▶ _Your task_
Locate, in the data below, the line that contains "std::fs::create_dir_all(&golden).unwrap();" and the line that contains "let written: std::collections::HashSet<String>"; reproduce exactly those two lines and every line between them, nothing more.

[[ Stored data open ]]

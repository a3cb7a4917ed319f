//! Golden outputs: every gallery chart (`examples/*.json`) and every edge
//! case under `tests/golden/specs/` renders to exactly the bytes committed
//! under `tests/golden/`: the SVG, the data table, and for a spec the engine
//! refuses, the located errors. One byte of difference fails.
//!
//! A change of output on purpose is re-recorded with
//! `scripts/bless-golden.sh` (it sets `STRATA_BLESS=1`), and the new files
//! are looked at and committed with the change that made them.

use std::path::{Path, PathBuf};
use strata::{DataBytes, RenderOptions};

fn root() -> PathBuf {
    Path::new(env!("CARGO_MANIFEST_DIR")).join("../..").canonicalize().unwrap()
}

/// What a spec renders to, as the files the golden folder keeps:
/// (suffix, text).
fn outputs(spec_path: &Path) -> Vec<(&'static str, String)> {
    let text = std::fs::read_to_string(spec_path).unwrap();
    let spec = match strata::parse_spec(&text) {
        Ok(s) => s,
        Err(e) => return vec![("err.txt", format!("{e}\n"))],
    };
    // Data named by the spec, relative to the spec's folder, as the CLI reads it.
    let url = spec.data.as_ref().and_then(|d| d.object().url);
    let bytes = url.map(|u| {
        let p = spec_path.parent().unwrap().join(&u);
        (std::fs::read(&p).unwrap_or_else(|e| panic!("{}: {e}", p.display())), u)
    });
    let data = bytes.as_ref().map(|(b, n)| DataBytes { bytes: b, name: n });
    let shapes_url = spec.shapes.as_ref().and_then(|s| s.url.clone());
    let shapes_bytes = shapes_url.as_ref().map(|u| std::fs::read(spec_path.parent().unwrap().join(u)).unwrap());
    let shapes = shapes_bytes.as_deref().map(|b| DataBytes { bytes: b, name: "shapes" });
    match strata::render_spec_with_shapes(&spec, data, shapes, &RenderOptions::default()) {
        Ok(r) => {
            // No NaN or infinity anywhere in the scene (the SVG writer would
            // otherwise have to write something for it).
            let bad = r.scene.non_finite();
            assert!(bad.is_empty(), "{}: non-finite geometry at {bad:?}", spec_path.display());
            let mut warnings: String = r.warnings.iter().map(|w| format!("{w}\n")).collect();
            if warnings.is_empty() {
                warnings = "no warnings\n".into();
            }
            vec![("svg", r.svg), ("table.html", r.table), ("warnings.txt", warnings)]
        }
        Err(e) => vec![("err.txt", format!("{e}\n"))],
    }
}

fn specs() -> Vec<(String, PathBuf)> {
    let mut out = Vec::new();
    for (prefix, dir) in [("gallery-", root().join("examples")), ("edge-", root().join("tests/golden/specs"))] {
        let mut files: Vec<PathBuf> =
            std::fs::read_dir(&dir).unwrap().map(|e| e.unwrap().path()).filter(|p| p.extension().is_some_and(|e| e == "json")).collect();
        files.sort();
        for f in files {
            let stem = f.file_stem().unwrap().to_string_lossy().to_string();
            out.push((format!("{prefix}{stem}"), f));
        }
    }
    out
}

#[test]
fn every_chart_renders_to_its_golden_bytes() {
    let bless = std::env::var_os("STRATA_BLESS").is_some();
    let golden = root().join("tests/golden/out");
    if bless {
        let _ = std::fs::remove_dir_all(&golden);
        std::fs::create_dir_all(&golden).unwrap();
    }
    let cases = specs();
    assert!(cases.len() >= 20, "the golden set lost its specs: {}", cases.len());
    let mut failures = Vec::new();
    let mut checked = 0;
    for (name, path) in &cases {
        for (suffix, text) in outputs(path) {
            let file = golden.join(format!("{name}.{suffix}"));
            if bless {
                std::fs::write(&file, &text).unwrap();
                continue;
            }
            checked += 1;
            match std::fs::read_to_string(&file) {
                Ok(want) if want == text => {}
                Ok(want) => {
                    let at = want.bytes().zip(text.bytes()).position(|(a, b)| a != b).unwrap_or(want.len().min(text.len()));
                    let lo = at.saturating_sub(60);
                    failures.push(format!(
                        "{}: differs at byte {at} (golden {} bytes, now {} bytes)\n  golden: …{}…\n  now:    …{}…",
                        file.display(),
                        want.len(),
                        text.len(),
                        want.get(lo..(at + 60).min(want.len())).unwrap_or("?"),
                        text.get(lo..(at + 60).min(text.len())).unwrap_or("?"),
                    ))
                }
                Err(_) => failures.push(format!("{}: no golden file (run scripts/bless-golden.sh)", file.display())),
            }
        }
    }
    // A golden file that no spec writes any more is stale.
    if !bless {
        let written: std::collections::HashSet<String> = cases.iter().flat_map(|(n, p)| outputs(p).into_iter().map(move |(s, _)| format!("{n}.{s}"))).collect();
        for e in std::fs::read_dir(&golden).unwrap() {
            let f = e.unwrap().file_name().to_string_lossy().to_string();
            if !written.contains(&f) {
                failures.push(format!("tests/golden/out/{f}: no spec writes it any more"));
            }
        }
    }
    assert!(failures.is_empty(), "{} of {checked} golden outputs differ:\n{}", failures.len(), failures.join("\n"));
}

/// The automatic description is read aloud as sentences: the engine's own
/// words open each sentence with a capital ("Over year from ...", found in a
/// user trial as "... at 2020. over year ..."). Column names keep their case.
#[test]
fn description_sentences_open_with_a_capital() {
    for (name, path) in specs() {
        for (suffix, text) in outputs(&path) {
            if suffix != "svg" {
                continue;
            }
            let Some(desc) = text.split("<desc").nth(1).and_then(|d| d.split_once('>')).map(|(_, d)| d.split("</desc>").next().unwrap_or("")) else {
                continue;
            };
            for word in ["over", "in", "the", "it"] {
                assert!(!desc.contains(&format!(". {word} ")), "{name}: a sentence opens with lowercase '{word}': {desc}");
            }
            // Two layers over the same columns (a line and its labels) say
            // their range once, not twice.
            let sentences: Vec<&str> = desc.split(". ").collect();
            for (i, s) in sentences.iter().enumerate() {
                assert!(!sentences[..i].contains(s), "{name}: the description repeats '{s}': {desc}");
            }
        }
    }
}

[[ Stored data closed ]]

▶ _Response area_
        std::fs::create_dir_all(&golden).unwrap();
    }
    let cases = specs();
    assert!(cases.len() >= 20, "the golden set lost its specs: {}", cases.len());
    let mut failures = Vec::new();
    let mut checked = 0;
    for (name, path) in &cases {
        for (suffix, text) in outputs(path) {
            let file = golden.join(format!("{name}.{suffix}"));
            if bless {
                std::fs::write(&file, &text).unwrap();
                continue;
            }
            checked += 1;
            match std::fs::read_to_string(&file) {
                Ok(want) if want == text => {}
                Ok(want) => {
                    let at = want.bytes().zip(text.bytes()).position(|(a, b)| a != b).unwrap_or(want.len().min(text.len()));
                    let lo = at.saturating_sub(60);
                    failures.push(format!(
                        "{}: differs at byte {at} (golden {} bytes, now {} bytes)\n  golden: …{}…\n  now:    …{}…",
                        file.display(),
                        want.len(),
                        text.len(),
                        want.get(lo..(at + 60).min(want.len())).unwrap_or("?"),
                        text.get(lo..(at + 60).min(text.len())).unwrap_or("?"),
                    ))
                }
                Err(_) => failures.push(format!("{}: no golden file (run scripts/bless-golden.sh)", file.display())),
            }
        }
    }
    // A golden file that no spec writes any more is stale.
    if !bless {
        let written: std::collections::HashSet<String> = cases.iter().flat_map(|(n, p)| outputs(p).into_iter().map(move |(s, _)| format!("{n}.{s}"))).collect();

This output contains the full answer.